Sixth Circuit: Time Spent Monitoring Radios During Meal Periods Not Compensable under the FLSA

In a significant decision addressing the compensability of employee break times, the U.S. Court of Appeals for the Sixth Circuit recently held that time spent by a group of security guards monitoring their radios during meal periods was not compensable work time under the FLSA because they failed to demonstrate that the time spent during their meal breaks was predominantly for the benefit of their employer.  Notably, the Sixth Circuit found that the meal periods were non-compensable notwithstanding the fact that the security guards were unable to leave the premises and had to listen to their radio throughout their break, regardless of what they were doing.  

The case, Ruffin, et al. v. MotorCity Casino, was brought by a group of security guards who worked at a casino in Detroit. The plaintiffs were scheduled to work five eight-hour shifts per week and were also required to attend a 15-minute, pre-shift roll call meeting each day.  The employer provided security guards with a paid 30-minute meal period each day and used that paid time to offset the guards’ overtime hours. During their meal periods, the guards were free to eat, socialize, use their cell phones, surf the internet, play cards, read, and watch television.  However, they were not permitted to leave the casino, and they were required to monitor their radios and to respond to any emergency calls.  

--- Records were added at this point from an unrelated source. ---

// Data envelopment: each plant's efficiency against the hull of all plants, by linear programming
// (COIN-OR Clp). Envelopment form, for plant o with inputs x_o (m) and outputs y_o (s), over the
// intensities λ ≥ 0 of all n plants:
//   input orientation   min θ  s.t.  Σⱼ λⱼ xᵢⱼ ≤ θ xᵢₒ,  Σⱼ λⱼ yᵣⱼ ≥ yᵣₒ       score θ ≤ 1
//   output orientation  max φ  s.t.  Σⱼ λⱼ xᵢⱼ ≤ xᵢₒ,   Σⱼ λⱼ yᵣⱼ ≥ φ yᵣₒ     score 1/φ ≤ 1
// with no condition on Σⱼ λⱼ under constant returns (Charnes, Cooper and Rhodes 1978), Σⱼ λⱼ = 1
// under variable returns (Banker, Charnes and Cooper 1984) and Σⱼ λⱼ ≤ 1 under non-increasing
// returns. The second stage keeps θ (or φ) at its optimum and maximises the sum of the slacks
// Σᵢ sᵢ⁻ + Σᵣ sᵣ⁺ in the data's own units (the textbook two-stage model); its λ gives the peers and
// the targets Σⱼ λⱼ xᵢⱼ and Σⱼ λⱼ yᵣⱼ, slacks included.
//
// Values must be finite and non-negative, every plant with a positive input and a positive output,
// and the positive values of a column within a ratio of maximumAmountRatio (the sheet layer checks
// this and names the cell): the scaled values then stay far from underflow.
#pragma once

#include <Eigen/Dense>

#include <memory>
#include <utility>
#include <vector>

namespace isoquant {

// Largest ratio of two positive values in one column: beyond it the smaller amounts are below the
// LP solver's tolerance relative to the larger (1e-7 × 1e-5 of slack for rounding), and real data
// spanning more than twelve orders of magnitude in one column is an error of units.
inline constexpr double maximumAmountRatio = 1e12;

enum class EnvelopeReturns { constant, variable, nonIncreasing };
enum class EnvelopeOrientation { input, output };

enum class EnvelopeStatus {
    solved,
    unbounded, // no finite optimum (impossible when every plant has a positive input)
    failed     // the LP solver stopped without an optimum
};

struct PlantEnvelope {
    EnvelopeStatus status = EnvelopeStatus::failed;
    double score = 0;                                 // θ, or 1/φ
    std::vector<std::pair<Eigen::Index, double>> peers; // (plant, λ) with λ > 0, from the second stage
    Eigen::VectorXd inputTargets;                     // Σⱼ λⱼ xᵢⱼ, m values (second stage only)
    Eigen::VectorXd outputTargets;                    // Σⱼ λⱼ yᵣⱼ, s values (second stage only)
};

// One LP model per stage, built once and changed plant by plant (the θ column's coefficients and
// the right-hand sides), each solve warm-started from the previous plant's basis.
class EnvelopeSolver {
public:
    // outputs: n × s, inputs: n × m, n ≥ 1 rows of plants.
    EnvelopeSolver(const Eigen::MatrixXd& outputs, const Eigen::MatrixXd& inputs, EnvelopeReturns returns,
                   EnvelopeOrientation orientation);
    ~EnvelopeSolver();
    EnvelopeSolver(const EnvelopeSolver&) = delete;
    EnvelopeSolver& operator=(const EnvelopeSolver&) = delete;

    // The score of `plant`; with `secondStage`, also its peers and targets.
    PlantEnvelope solve(Eigen::Index plant, bool secondStage);

    struct Models; // the two Clp models and the data (envelope.cpp), kept out of this header

private:
    std::unique_ptr<Models> models_;
};

// A plant's LP is solved for μ = λ/c, c the largest of its own amounts after each column is divided
// by its largest value (envelope.cpp); μ at or below this counts as zero when peers are listed: the solver's
// own tolerance.
inline constexpr double peerWeightThreshold = 1e-7;

} // namespace isoquant
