import { Form, Link, data, useNavigation } from "react-router";
import { getFormProps, useForm, type SubmissionResult } from "@conform-to/react";
import { parseWithZod } from "@conform-to/zod/v4";
import { formCheck } from "~/lib/form-check";
import { useState } from "react";
import type { Route } from "./+types/list";
import { readForm } from "~/.server/http";
import rbcStyles from "react-big-calendar/lib/css/react-big-calendar.css?url";
import weekStyles from "~/components/booking-week.css?url";
import { requireUser } from "~/.server/auth/permissions";
import { BookingError, approveBooking, cancelBooking, createBooking, declineBooking, listBookings, serializeBookings } from "~/.server/bookings";
import { createCalendarFeed, feedUrl, getCalendarFeed, revokeCalendarFeed } from "~/.server/booking-calendar";
import { listEquipment } from "~/.server/equipment";
import { getLabSettings, getLabTimeZone } from "~/.server/settings";
import { bookingFilterSchema, bookingRequestSchema, declineSchema } from "~/lib/validation/bookings";
import { bookingStateLabels, bookingStates, spinUpLeadS, tableBookingCaution, type BookingState } from "~/lib/bookings";
import { kindLabels } from "~/lib/equipment";
import { useLabTime } from "~/components/lab-time";
import { formatDuration, fromZonedInput, timeFormat, zonedDay } from "~/lib/time-format";
import { BookingWeek } from "~/components/booking-week";
import { BookingActions, type BookingRowOutcome } from "~/components/booking-actions";
import { Button } from "~/components/ui/button";
import { Card, PageHeader, Tag } from "~/components/ui/card";
import { SelectField, TextAreaField, TextField } from "~/components/ui/field";
import { Notice, FormProblem } from "~/components/ui/notice";
import { formText } from "~/lib/form-text";
import { numberOrNull } from "~/lib/number-input";
import { TableHead } from "~/components/ui/table-head";
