import net from 'node:net';

/**
 * A loopback TCP relay in front of a server, which a test can cut (every
 * connection dropped, new ones refused) and restore on the same port — the
 * way a database looks from the app while it restarts or the network fails.
 */
export async function startTcpProxy(target: { host: string; port: number }) {
  const open = new Set<net.Socket>();
  let server: net.Server | null = null;
  const track = (s: net.Socket) => {
    open.add(s);
    s.on('close', () => open.delete(s));
    s.on('error', () => s.destroy());
  };
  const listen = (port: number) =>
    new Promise<number>((resolve, reject) => {
      const srv = net.createServer((client) => {
        const upstream = net.connect(target);
        track(client);
        track(upstream);
        client.pipe(upstream).pipe(client);
        client.on('close', () => upstream.destroy());
        upstream.on('close', () => client.destroy());
      });
      srv.once('error', reject);
      srv.listen(port, '127.0.0.1', () => {
        server = srv;
        resolve((srv.address() as net.AddressInfo).port);
      });
    });
  const port = await listen(0);
  const stop = () =>
    new Promise<void>((resolve) => {
      for (const s of open) s.destroy();
      if (!server) return resolve();
      server.close(() => resolve());
      server = null;
    });
  return {
    port,
    /** Drop every connection and refuse new ones. */
    cut: stop,
    /** Accept connections again, on the same port. */
    restore: () => listen(port).then(() => undefined),
    close: stop,
  };
}
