import 'reflect-metadata';
import { randomBytes } from 'node:crypto';
import pg from 'pg';
import type { DataSource } from 'typeorm';
import { openDataSource } from '../../server/data-source';
import { seedDemoIfEmpty } from '../../server/seed/seed-demo';
import { waitUntil } from './eventually';

/** A fresh, migrated database cloned from the template, optionally with the demo seed. */
export async function createTestDatabase(opts: { seed?: boolean } = {}): Promise<{ db: DataSource; url: string; drop(): Promise<void> }> {
  const server = process.env.TEST_PG_URL;
  if (!server) throw new Error('TEST_PG_URL is not set: run the suite with `npm test`, which starts a throwaway PostgreSQL.');
  const name = `nk_${randomBytes(6).toString('hex')}`;
  const admin = new pg.Client({ connectionString: `${server}/postgres` });
  await admin.connect();
  await admin.query(`CREATE DATABASE ${name} TEMPLATE nk_template`);
  await admin.end();
  const url = `${server}/${name}`;
  const db = await openDataSource(url, 5).initialize();
  if (opts.seed) await seedDemoIfEmpty(db, 12);
  // TypeORM's destroy() releases connections mid-query: let work a response left running (the
  // sign-in limiter's bookkeeping after a successful sign-in) finish first, however slow the machine.
  const busy = () => (db.driver as unknown as { connectedQueryRunners: unknown[] }).connectedQueryRunners.length > 0;
  return {
    db,
    url,
    async drop() {
      if (db.isInitialized) {
        await waitUntil('the last queries on the test database to finish', () => !busy());
        await db.destroy();
      }
      const c = new pg.Client({ connectionString: `${server}/postgres` });
      await c.connect();
      await c.query(`DROP DATABASE IF EXISTS ${name} WITH (FORCE)`);
      await c.end();
    },
  };
}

Although the guards admitted that it was very rare that they were actually required to respond to emergency calls during their meals, they nevertheless claimed that monitoring the radios exposed them to constant work-related “chatter” that regularly disrupted their meal periods. Accordingly, the guards alleged their meal periods were predominantly for the employer’s benefit and, as such, constituted compensable time under the FLSA and could not be used to offset overtime hours. 

In affirming the trial court’s order granting the employer’s motion for summary judgment, the Sixth Circuit held that “after examining the totality of the circumstances...the evidence [was] undisputed that the plaintiffs perform[ed] no substantial job duties during meal breaks, emergency calls rarely—if ever—interrupt[ed] the [plaintiffs’] meals, and the [plaintiffs] pursued their ‘mealtime adequately and comfortably.”  Therefore, “no reasonable jury could find that plaintiffs’ meal periods predominantly benefited [the employer].” 

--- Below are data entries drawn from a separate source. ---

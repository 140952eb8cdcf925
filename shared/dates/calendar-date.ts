/**
 * Calendar dates as the API carries them (`YYYY-MM-DD`, API.md "Conventions"),
 * checked strictly: `Date.parse` rolls 30 February over to 2 March, and
 * PostgreSQL then refuses what JavaScript let through.
 *
 * Years are limited to a range a fleet's records can plausibly need: it
 * catches a mistyped year (0226, 9026) and keeps dates computed from these
 * (a 120-month interval, a 400-day booking) inside every date type we use.
 */
export const FIRST_YEAR = 1900;
export const LAST_YEAR = 2199;

const SHAPE = /^(\d{4})-(\d{2})-(\d{2})$/;

/** Gregorian rule: every 4th year, except centuries not divisible by 400. */
const isLeapYear = (year: number) => (year % 4 === 0 && year % 100 !== 0) || year % 400 === 0;

const DAYS_IN_MONTH = [31, 28, 31, 30, 31, 30, 31, 31, 30, 31, 30, 31];

/** What is wrong with `value` as a calendar date, or null when it is one. */
export function calendarDateProblem(value: string): string | null {
  const parts = SHAPE.exec(value);
  if (!parts) return 'must be a date YYYY-MM-DD';
  const [year, month, day] = [Number(parts[1]), Number(parts[2]), Number(parts[3])];
  if (year < FIRST_YEAR || year > LAST_YEAR) return `must be a date between ${FIRST_YEAR} and ${LAST_YEAR}`;
  if (month < 1 || month > 12) return 'is not a date: the month must be 01 to 12';
  const last = month === 2 && isLeapYear(year) ? 29 : DAYS_IN_MONTH[month - 1];
  if (day < 1 || day > last) return `is not a date: that month has ${last} days`;
  return null;
}

export const isCalendarDate = (value: string) => calendarDateProblem(value) === null;

/** Thrown by date computations handed something that is not a calendar date. */
export class NotACalendarDate extends RangeError {
  constructor(readonly value: string) {
    super(`"${value.slice(0, 40)}" ${calendarDateProblem(value) ?? 'is not a calendar date'}.`);
  }
}

/** `value` itself when it is a calendar date; else throws `NotACalendarDate`. */
export function assertCalendarDate(value: string): string {
  if (!isCalendarDate(value)) throw new NotACalendarDate(value);
  return value;
}
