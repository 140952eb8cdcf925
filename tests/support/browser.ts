import fs from 'node:fs';
import type { Server } from 'node:http';
import path from 'node:path';
import nodemailer from 'nodemailer';
import { chromium, type Browser } from 'playwright-core';
import { buildApp } from '../../server/app';
import { readConfig } from '../../server/config';
import { createTestDatabase } from './test-db';

/** The real server with the built client on a free loopback port, a seeded
 * database, and Debian's Chromium driven by playwright-core (which gives each
 * launch a fresh, throwaway user-data directory). */
export async function startBrowserRig() {
  const database = await createTestDatabase({ seed: true });
  const config = readConfig({
    NODE_ENV: 'test',
    DATABASE_URL: database.url,
    JWT_SECRET: 'browser-test-secret-long-enough-for-hs256',
    START_LOCAL_FAKES: 'false',
    RUN_SCHEDULER: 'false',
    SMTP_PORT: '9',
    CLIENT_DIR: path.resolve('dist/client'),
  });
  if (!fs.existsSync(path.join(config.CLIENT_DIR, 'index.html'))) throw new Error('The client is not built: run the suite with `npm test`.');
  const mail = nodemailer.createTransport({ host: '127.0.0.1', port: 9 });
  const { app } = buildApp({ config, db: database.db, mail });
  const server: Server = await new Promise((resolve) => {
    const s = app.listen(0, '127.0.0.1', () => resolve(s));
  });
  const { port } = server.address() as { port: number };
  const browser: Browser = await chromium.launch({
    executablePath: process.env.CHROMIUM_PATH ?? '/usr/bin/chromium',
    args: [
      '--headless',
      '--no-sandbox',
      '--disable-gpu',
      '--disable-quic',
      '--no-first-run',
      '--disable-background-networking',
      '--disable-component-update',
      '--disable-sync',
    ],
  });
  return {
    baseUrl: `http://127.0.0.1:${port}`,
    browser,
    db: database.db,
    async close() {
      await browser.close();
      server.closeAllConnections();
      await new Promise((r) => server.close(r));
      await database.drop();
    },
  };
}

Although the court recognized there might be a case where monitoring a radio constitutes a substantial job duty, rather than a de minimis activity, the court found it particularly important that in this case the guards' meal periods were rarely interrupted by emergency calls. Moreover,  the guards spent their meal periods “‘adequately and comfortably’ eating, reading, socializing, and conducting personal business on their phones—despite needing to monitor their radios.” The guards “introduced no evidence that monitoring the radio interfered with, or prevented them from enjoying, these activities.”  Although the court recognized that “it is...possible that an employee who does not perform a substantial job duty during the meal break, but who must consistently interrupt the meal to perform one task or another, nevertheless spends that time predominantly for the employer’s benefit,” the employees in this case failed to present evidence to establish that emergency calls “regularly interrupted their meal periods.”  In fact, the court found the evidence actually established the guards’ meal periods were rarely interrupted by emergency calls, which the court said proved “the meal periods predominantly benefited the [employees].” 

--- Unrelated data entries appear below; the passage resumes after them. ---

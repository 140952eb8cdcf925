/**
 * Values for the API fuzz test, derived from the JSON Schemas that
 * `GET /api/openapi.json` publishes (zod → JSON Schema). `sample` builds a
 * plausible valid value; `breakages` lists the bad values to try at one spot.
 * Deterministic: the same document always gives the same requests.
 */
export type JsonSchema = {
  type?: string | string[];
  properties?: Record<string, JsonSchema>;
  required?: string[];
  items?: JsonSchema;
  prefixItems?: JsonSchema[];
  anyOf?: JsonSchema[];
  oneOf?: JsonSchema[];
  allOf?: JsonSchema[];
  enum?: unknown[];
  const?: unknown;
  format?: string;
  pattern?: string;
  minimum?: number;
  maximum?: number;
  exclusiveMinimum?: number;
  exclusiveMaximum?: number;
  minLength?: number;
  maxLength?: number;
  minItems?: number;
  maxItems?: number;
  default?: unknown;
  additionalProperties?: JsonSchema | boolean;
  contentMediaType?: string;
};

/** Ids a field may name: records of the signed-in firm, of another firm, and of nobody. */
export type IdPool = { own: (field: string) => string | undefined; otherFirm: (field: string) => string | undefined; unknown: string };

const DATE_SHAPE = '^\\d{4}-\\d{2}-\\d{2}$';
export const isDateSchema = (s: JsonSchema) => s.format === 'date' || s.pattern === DATE_SHAPE;
const isUuidSchema = (s: JsonSchema) => s.format === 'uuid';
const isMonthSchema = (s: JsonSchema) => s.format === 'month' || s.pattern === '^\\d{4}-\\d{2}$';

/** The schema's own alternatives collapsed to the first non-null one. */
export function concrete(s: JsonSchema): JsonSchema {
  const options = s.anyOf ?? s.oneOf;
  if (options) return concrete(options.find((o) => o.type !== 'null') ?? options[0]);
  if (s.allOf?.length) return concrete(Object.assign({}, ...s.allOf));
  return s;
}

const typeOf = (s: JsonSchema) => (Array.isArray(s.type) ? s.type.find((t) => t !== 'null') : s.type);

/** A plausible valid value for `s`; `field` names the property (ids are looked up by it). */
export function sample(s: JsonSchema, field: string, ids: IdPool): unknown {
  const c = concrete(s);
  if (c.const !== undefined) return c.const;
  if (c.enum) return c.enum[0];
  if (c.default !== undefined && typeOf(c) !== 'object') return c.default;
  switch (typeOf(c)) {
    case 'object': {
      const out: Record<string, unknown> = {};
      for (const [k, v] of Object.entries(c.properties ?? {})) out[k] = sample(v, k, ids);
      return out;
    }
    case 'array': {
      const n = Math.max(1, c.minItems ?? 0);
      return Array.from({ length: n }, () => sample(c.items ?? {}, singular(field), ids));
    }
    case 'integer':
    case 'number': {
      const lo = c.minimum ?? (c.exclusiveMinimum !== undefined ? c.exclusiveMinimum + 1 : 1);
      const hi = c.maximum ?? (c.exclusiveMaximum !== undefined ? c.exclusiveMaximum - 1 : lo + 100);
      return Math.max(lo, Math.min(hi, lo + Math.min(10, Math.ceil((hi - lo) / 10))));
    }
    case 'boolean':
      return false;
    case 'string':
      return sampleString(c, field, ids);
    default:
      return 'fuzz';
  }
}

const singular = (field: string) => field.replace(/Ids$/, 'Id').replace(/s$/, '');

// Days from today: dates of things done lie behind, bookings and trips ahead.
const PAST_FIELDS = /^(performedOn|performedAt|occurredAt|receivedOn|lastCalibratedOn)$/;
const dayFromToday = (days: number) => new Date(Date.now() + days * 86_400_000).toISOString().slice(0, 10);

/** Each sampled text carries a serial `z<n>z` so records made from one sample do not clash with the next. */
let serial = 0;
const tagged = (base: string) => `${base}z${++serial}z`;
/** A copy of `value` whose serials are new: the same request again, without clashing on unique names. */
export const fresh = <T>(value: T): T => JSON.parse(JSON.stringify(value).replace(/z\d+z/g, () => `z${++serial}z`));

function sampleString(s: JsonSchema, field: string, ids: IdPool): string {
  if (isUuidSchema(s)) return ids.own(field) ?? ids.unknown;
  if (isDateSchema(s)) return dayFromToday(PAST_FIELDS.test(field) ? -20 : 60);
  if (s.format === 'date-time') return `${dayFromToday(PAST_FIELDS.test(field) ? -20 : 60)}T09:30:00Z`;
  if (s.format === 'email' || /email/i.test(field)) return `${tagged('fuzz.')}@example.test`;
  if (s.pattern === '^pm_[A-Za-z0-9_]+$') return 'pm_card_visa';
  if (isMonthSchema(s)) return dayFromToday(-40).slice(0, 7);
  if (field === 'password' || field === 'newPassword') return 'a-long-enough-passphrase-7';
  if (field === 'timeZone') return 'Europe/Berlin';
  const base = tagged(/assetTag|reference|rfidTag/.test(field) ? 'FZ-' : 'fuzz value ');
  const min = s.minLength ?? 0;
  const text = base.length >= min ? base : base.padEnd(min, 'x');
  return s.maxLength !== undefined ? text.slice(-s.maxLength) : text;
}

/** A bad value for one spot; `raw` is written into the JSON text as is. `names` marks an id of a record
 * that is not the caller's (unknown, or another firm's): once the valid request passes, this must be a 404. */
export type Breakage = ({ label: string; value: unknown } | { label: string; raw: string }) & { names?: 'missing record' };

const NUL_TEXT = 'bad\u0000text';
const LONE_HIGH = 'bad\ud800text';
const LONE_LOW = '\udfffbad';

/** Bad values to put where `s` sits. Kept short: a few per kind of field. */
export function breakages(s: JsonSchema, field: string, ids: IdPool): Breakage[] {
  const c = concrete(s);
  const t = typeOf(c);
  const out: Breakage[] = [{ label: 'null', value: null }];
  if (t === 'string') {
    out.push({ label: 'NUL', value: NUL_TEXT }, { label: 'lone high surrogate', value: LONE_HIGH }, { label: 'lone low surrogate', value: LONE_LOW });
    out.push({ label: 'oversize string', value: 'x'.repeat(300_000) }, { label: 'number for text', value: 12 }, { label: 'object for text', value: { a: 1 } });
    if (isDateSchema(c))
      for (const d of ['2026-02-30', '2026-13-01', '0000-01-01', '2026-02-29', '2026-00-10', '9999-12-31', '2026-2-3'])
        out.push({ label: `date ${d}`, value: d });
    if (c.format === 'date-time')
      out.push(
        { label: 'datetime Feb 30', value: '2026-02-30T10:00:00Z' },
        { label: 'datetime year 0', value: '0000-01-01T00:00:00Z' },
        { label: 'datetime far', value: '+275760-09-13T00:00:00Z' },
      );
    if (isUuidSchema(c)) {
      out.push(
        { label: 'unknown id', value: ids.unknown, names: 'missing record' },
        { label: 'not a uuid', value: 'not-a-uuid' },
        { label: 'nil uuid', value: '00000000-0000-0000-0000-000000000000', names: 'missing record' },
      );
      const foreign = ids.otherFirm(field);
      if (foreign) out.push({ label: "other firm's id", value: foreign, names: 'missing record' });
    }
    if (c.enum) out.push({ label: 'enum with NUL', value: `${String(c.enum[0])}\u0000` });
  } else if (t === 'number' || t === 'integer') {
    out.push(
      { label: 'huge number', value: 1e308 },
      { label: 'negative huge', value: -1e308 },
      { label: 'past 2^53', value: 2 ** 53 + 2 },
      { label: 'fraction', value: 0.5 },
      { label: 'negative', value: -1 },
    );
    out.push({ label: 'numeric string', value: '12' }, { label: 'overflowing literal', raw: '1e400' });
  } else if (t === 'boolean') {
    out.push({ label: 'string for boolean', value: 'true' }, { label: 'number for boolean', value: 1 });
  } else if (t === 'array') {
    const item = sample(c.items ?? {}, singular(field), ids);
    out.push({ label: 'huge array', value: Array.from({ length: 20_000 }, () => item) }, { label: 'array of nulls', value: [null, null] });
    out.push({ label: 'string for array', value: 'a,b' }, { label: 'nested arrays', value: [[[[item]]]] });
    if (isUuidSchema(concrete(c.items ?? {}))) {
      out.push({ label: 'unknown ids', value: [ids.unknown], names: 'missing record' });
      const foreign = ids.otherFirm(singular(field));
      if (foreign) out.push({ label: "other firm's ids", value: [foreign], names: 'missing record' });
    }
  } else if (t === 'object') {
    out.push(
      { label: 'array for object', value: [] },
      { label: 'NUL key', value: { 'bad\u0000key': 1 } },
      { label: 'surrogate key', value: { '\ud800': 'x' } },
      { label: 'string for object', value: 'x' },
    );
  } else {
    out.push({ label: 'NUL', value: NUL_TEXT }, { label: 'object', value: { '\u0000': [1e308] } });
  }
  return out;
}

/** Every property path of an object schema down to its leaves (at most `depth` deep). */
export function leafPaths(s: JsonSchema, depth = 3, prefix: string[] = []): { path: string[]; schema: JsonSchema }[] {
  const c = concrete(s);
  const out: { path: string[]; schema: JsonSchema }[] = [];
  if (typeOf(c) === 'object' && c.properties && depth > 0) {
    for (const [k, v] of Object.entries(c.properties)) {
      out.push({ path: [...prefix, k], schema: v });
      const inner = concrete(v);
      if (typeOf(inner) === 'object') out.push(...leafPaths(inner, depth - 1, [...prefix, k]));
      if (typeOf(inner) === 'array' && inner.items && typeOf(concrete(inner.items)) === 'object')
        out.push(...leafPaths(inner.items, depth - 1, [...prefix, k, '0']));
    }
  }
  return out;
}

/** Whether the property at `path` may be left out. */
export function isOptional(s: JsonSchema, path: string[]): boolean {
  let at = concrete(s);
  for (const [i, key] of path.entries()) {
    if (/^\d+$/.test(key)) {
      at = concrete(at.items ?? {});
      continue;
    }
    if (i === path.length - 1) return !(at.required ?? []).includes(key);
    at = concrete(at.properties?.[key] ?? {});
  }
  return false;
}

/** `value` without the spot at `path` (a copy). */
export function without(value: unknown, path: string[]): unknown {
  const [head, ...rest] = path;
  if (!value || typeof value !== 'object' || !(head in value)) return value;
  const copy = (Array.isArray(value) ? [...value] : { ...value }) as Record<string, unknown>;
  if (rest.length) copy[head] = without(copy[head], rest);
  else delete copy[head];
  return copy;
}

/** `value` with the spot at `path` replaced (a copy). */
export function withAt(value: unknown, path: string[], replacement: unknown): unknown {
  if (!path.length) return replacement;
  const [head, ...rest] = path;
  const base = (value && typeof value === 'object' ? value : {}) as Record<string, unknown>;
  const copy: Record<string, unknown> | unknown[] = Array.isArray(base) ? [...base] : { ...base };
  (copy as Record<string, unknown>)[head] = withAt(base[head], rest, replacement);
  return copy;
}

/** JSON text of `body` with the `raw` breakage written verbatim at `path`. */
export function jsonWithRaw(body: unknown, path: string[], raw: string): string {
  const marker = '__FUZZ_RAW__';
  return JSON.stringify(withAt(body, path, marker)).replace(`"${marker}"`, raw);
}

/** Query-string values (already percent-encoded) that a query parameter should refuse. */
export function queryBreakages(s: JsonSchema, ids: IdPool, field: string): { label: string; encoded: string }[] {
  const c = concrete(s);
  const out = [
    { label: 'NUL', encoded: 'a%00b' },
    { label: 'lone surrogate (WTF-8 bytes)', encoded: '%ED%A0%80' },
    { label: 'invalid UTF-8', encoded: '%FF%FE' },
    { label: 'broken percent', encoded: '%E0%A4%A' },
    { label: 'long', encoded: 'x'.repeat(4000) },
    { label: 'empty', encoded: '' },
    { label: 'huge number', encoded: '1e400' },
    { label: 'negative', encoded: '-99999999999999999999' },
  ];
  if (isDateSchema(c)) for (const d of ['2026-02-30', '2026-13-01', '0000-01-01', '2026-02-29']) out.push({ label: `date ${d}`, encoded: d });
  if (isMonthSchema(c)) for (const m of ['2026-13', '2026-00', '0000-01']) out.push({ label: `month ${m}`, encoded: m });
  if (isUuidSchema(c)) {
    out.push({ label: 'unknown id', encoded: ids.unknown });
    const foreign = ids.otherFirm(field);
    if (foreign) out.push({ label: "other firm's id", encoded: foreign });
  }
  return out;
}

The court also rejected the argument that because the guards were not permitted to leave the casino during the meal periods, the meal time predominantly benefited the employer.  The court agreed that the position taken by other courts that the “mere fact that an employee is required to eat lunch on the employer’s premises” does not convert a meal period into compensable work time is “a sensible position, because it is not so much the employee’s inability to leave the premises that indicates who predominantly benefits from the meal period, but rather whether the employer takes advantage of the employee’s presence on the premises by making her work during a nominal meal period.”  Thus, the court stated that “the relevant inquiry should ... be whether the employer requires an employee to take meal periods on the premises as an indirect or round-about way of extracting unpaid work from the employee.”  When considered in that light, the court held that although the guards were not permitted to leave the casino during their meal periods, they spent their time “doing exactly what one might expect an off-duty employee to be doing during a meal break:  eating, socializing, reading, surfing the Internet and conducting personal business on their smartphones.” 

Ruffin bolsters the position that merely requiring an employee to “monitor” a radio, telephone or other device in case the employee is needed to return to work or to respond to emergency calls during a meal period does not constitute compensable work under the FLSA. Nevertheless, the decision also reminds employers that, depending on the circumstances, requiring employees to perform certain activities during meal periods may pose a risk that the time will be considered compensable work-time.

Information contained in this publication is intended for informational purposes only and does not constitute legal advice or opinion, nor is it a substitute for the professional judgment of an attorney.